Just like with the n-gram filter, if we open ourselves up to options that don’t need to be implemented, an interesting question is: what is a better approximate filter? To me, an interesting option would be a filter based on semantic similarity. With a semantic filter, you wouldn’t be filtering based on the text itself, you would be filtering based on the ideas contained in the text. In that case, we’re preventing a model from stealing ideas, which seems closer to the “true” goal of preventing a model from copying training data (aside from privacy concerns, where we do want to prevent word-for-word leaks of private information). That then brings up a question that’s parallel to the n question: how semantically similar can an LLM’s output be to something in the training data before it’s considered copying? I really have no idea, and it would be very dependent on how you’re measuring semantic similarity. It would almost surely need to be calibrated using examples we know for sure are copying and some examples that aren’t (but then again, what does copying even mean?)

As a brief side note, and partly because I wanted to mention this multi-lingual sentence embedding that I found really interesting, if I were to have to implement a semantic filter, one possibility would be using something like a text embedding and then measure the distance between embeddings in a latent space.

Something other than other than n?

Defining memorization in terms of semantic meaning brings up a slight sideways question in relation to the “true” goal of a verbatim filter: should style be protected too? And then, more practically, can style be protected? I don’t know enough about writing to be able to tell you how one style of writing is different from another, but I’d venture to say that there are authors who might feel protective of their writing voice and would take issue with a model that can endlessly generate text that sounds like they wrote it. A filter that can create this kind of protection feels worthwhile, but I have even fewer ideas about how that would work. Is style based on word choice? Grammar? Is there a minimum amount of text needed to determine the text’s style? And then, importantly if we want to make a style filter, how do you measure any of those things?
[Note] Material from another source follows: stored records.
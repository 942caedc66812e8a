//! Helpers shared by the workbench's test binaries: the demo files, `plumb fit` as the
//! reference, and file fingerprints.

#![allow(dead_code)] // each test binary uses its own share of these

use std::path::{Path, PathBuf};
use std::process::Command;

/// A demo scenario's data file.
pub fn demo(name: &str) -> PathBuf {
    Path::new(env!("CARGO_MANIFEST_DIR"))
        .join("../../demo-scenarios/data")
        .join(name)
}

/// `plumb fit DATA --y Y --x X [--exclude ROWS] --format json`, parsed.
pub fn cli_fit(data: &Path, y: &str, x: &str, exclude: &str) -> serde_json::Value {
    let mut args = vec![
        "fit".to_string(),
        data.display().to_string(),
        "--y".into(),
        y.into(),
        "--x".into(),
        x.into(),
        "--format".into(),
        "json".into(),
    ];
    if !exclude.is_empty() {
        args.extend(["--exclude".into(), exclude.into()]);
    }
    let out = Command::new(env!("CARGO_BIN_EXE_plumb"))
        .args(&args)
        .output()
        .expect("plumb runs");
    assert!(
        out.status.success(),
        "{}",
        String::from_utf8_lossy(&out.stderr)
    );
    serde_json::from_slice(&out.stdout).expect("json")
}

/// SHA-256 of a file, hex.
pub fn sha256(path: &Path) -> String {
    use sha2::{Digest, Sha256};
    let bytes = std::fs::read(path).expect("read");
    format!("{:x}", Sha256::digest(bytes))
}
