//! Helpers shared by the workbench's test binaries: the demo files, `plumb fit` as the
//! reference, and file fingerprints.

#![allow(dead_code)] // each test binary uses its own share of these

use std::path::{Path, PathBuf};
use std::process::Command;
use std::time::Duration;

use plumb_app::Workbench;
use plumb_core::regression::LiveSummary;

/// `plumb ARGS…`: exit code, standard output, standard error.
pub fn run_plumb(args: &[&str]) -> (i32, String, String) {
    let out = Command::new(env!("CARGO_BIN_EXE_plumb"))
        .args(args)
        .output()
        .expect("plumb runs");
    (
        out.status.code().unwrap_or(-1),
        String::from_utf8_lossy(&out.stdout).into_owned(),
        String::from_utf8_lossy(&out.stderr).into_owned(),
    )
}

/// A demo scenario's data file.
pub fn demo(name: &str) -> PathBuf {
    Path::new(env!("CARGO_MANIFEST_DIR"))
        .join("../../demo-scenarios/data")
        .join(name)
}

/// `plumb fit DATA --y Y --x X [--exclude ROWS] --format json`, parsed.
pub fn cli_fit(data: &Path, y: &str, x: &str, exclude: &str) -> serde_json::Value {
    let mut args = vec!["--y", y, "--x", x];
    if !exclude.is_empty() {
        args.extend(["--exclude", exclude]);
    }
    cli_fit_with(data, &args)
}

/// `plumb fit DATA ARGS… --format json`, parsed.
pub fn cli_fit_with(data: &Path, args: &[&str]) -> serde_json::Value {
    let out = Command::new(env!("CARGO_BIN_EXE_plumb"))
        .arg("fit")
        .arg(data)
        .args(args)
        .args(["--format", "json"])
        .output()
        .expect("plumb runs");
    assert!(
        out.status.success(),
        "{}",
        String::from_utf8_lossy(&out.stderr)
    );
    serde_json::from_slice(&out.stdout).expect("json")
}

/// SHA-256 of a file, hex.
pub fn sha256(path: &Path) -> String {
    use sha2::{Digest, Sha256};
    let bytes = std::fs::read(path).expect("read");
    format!("{:x}", Sha256::digest(bytes))
}

/// Whether `a` and `b` agree to 1e-9 relative.
pub fn close(a: f64, b: f64) -> bool {
    (a - b).abs() <= 1e-9 * a.abs().max(b.abs()).max(1e-300)
}

/// The live numbers equal the command line's: R², adjusted R², σ̂, and every coefficient's
/// estimate, SE, p and interval.
pub fn assert_same_numbers(live: &LiveSummary, cli: &serde_json::Value) {
    let f = |k: &str| cli[k].as_f64().unwrap_or_else(|| panic!("{k} in {cli}"));
    assert_eq!(live.n as u64, cli["n"].as_u64().expect("n"));
    for (ours, key) in [
        (live.r_squared, "r_squared"),
        (live.adj_r_squared, "adj_r_squared"),
        (live.residual_std_error, "residual_std_error"),
    ] {
        assert!(
            close(ours, f(key)),
            "{key}: live {ours}, plumb fit {}",
            f(key)
        );
    }
    let coefficients = cli["coefficients"].as_array().expect("coefficients");
    assert_eq!(coefficients.len(), live.estimates.len());
    for (j, c) in coefficients.iter().enumerate() {
        let g = |k: &str| c[k].as_f64().expect("number");
        let pairs = [
            (live.estimates[j], g("estimate")),
            (live.std_errors[j], g("std_error")),
            (live.p_values[j], g("p_value")),
            (live.ci[j].0, g("ci_low")),
            (live.ci[j].1, g("ci_high")),
        ];
        for (ours, theirs) in pairs {
            assert!(
                close(ours, theirs),
                "term {j}: live {ours}, plumb fit {theirs}"
            );
        }
    }
}

pub fn settle(wb: &mut Workbench) {
    assert!(
        wb.settle(Duration::from_secs(60)),
        "background work did not finish"
    );
}

pub fn live(wb: &Workbench) -> LiveSummary {
    wb.bench().summary().expect("a pair").expect("a fit")
}

/// The workbench in a test harness of `size` points, its settings in `config`.
pub fn harness_sized(size: (f32, f32), config: &Path) -> egui_kittest::Harness<'static, Workbench> {
    egui_kittest::Harness::builder()
        .with_size(eframe::egui::Vec2::new(size.0, size.1))
        .build_ui_state(
            |ui, wb: &mut Workbench| wb.show(ui),
            Workbench::new(Some(config.to_path_buf())),
        )
}

/// The workbench in a 1440 × 900 test harness, its settings in `config`.
pub fn harness(config: &Path) -> egui_kittest::Harness<'static, Workbench> {
    harness_sized((1440.0, 900.0), config)
}

/// Steps frames until background work is done (the loader, the map and the diagnostics run
/// on threads), for at most two minutes.
pub fn settle_ui(h: &mut egui_kittest::Harness<'_, Workbench>) {
    let start = std::time::Instant::now();
    loop {
        h.step();
        if !h.state().is_busy() {
            h.run_steps(4);
            if !h.state().is_busy() {
                return;
            }
        }
        assert!(
            start.elapsed() < Duration::from_secs(120),
            "background work did not finish"
        );
        std::thread::sleep(Duration::from_millis(10));
    }
}

/// Types `data`'s path into the columns screen's field and presses Open (one frame drawn
/// after each step; the load itself is not waited for).
pub fn type_path_and_open(h: &mut egui_kittest::Harness<'_, Workbench>, data: &Path) {
    use egui_kittest::kittest::Queryable;
    h.get_by_label("File:").click();
    h.run_steps(1);
    h.get_by_label("File:")
        .type_text(&data.display().to_string());
    h.run_steps(1);
    h.get_by_label("Open").click();
}

/// Opens `data` as an analyst would ([`type_path_and_open`]), waits for the load, and
/// requires it to have succeeded.
pub fn open_by_typing(h: &mut egui_kittest::Harness<'_, Workbench>, data: &Path) {
    type_path_and_open(h, data);
    settle_ui(h);
    assert!(
        h.state().loaded().is_some(),
        "status: {:?}",
        h.state().status()
    );
}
This is all a somewhat long-winded way to say that I agree with the authors’ call to look more seriously into the idea of approximate memorization, and at the same time I don’t know what a perfect solution would look like. What I do know is that models are, and have been for a while now, blurring the line between learning and reproduction (in fact, the head of the US Copyright Office was fired as I was writing this for releasing a report that concluded that AI models’ use of copyrighted material goes beyond existing doctrines of fair use). All I can really say definitively is that just as we wouldn’t consider an image model “safe” if it produces barely-modified versions of copyrighted images, we shouldn’t consider a language model “safe” if it can reproduce training text with minor modifications.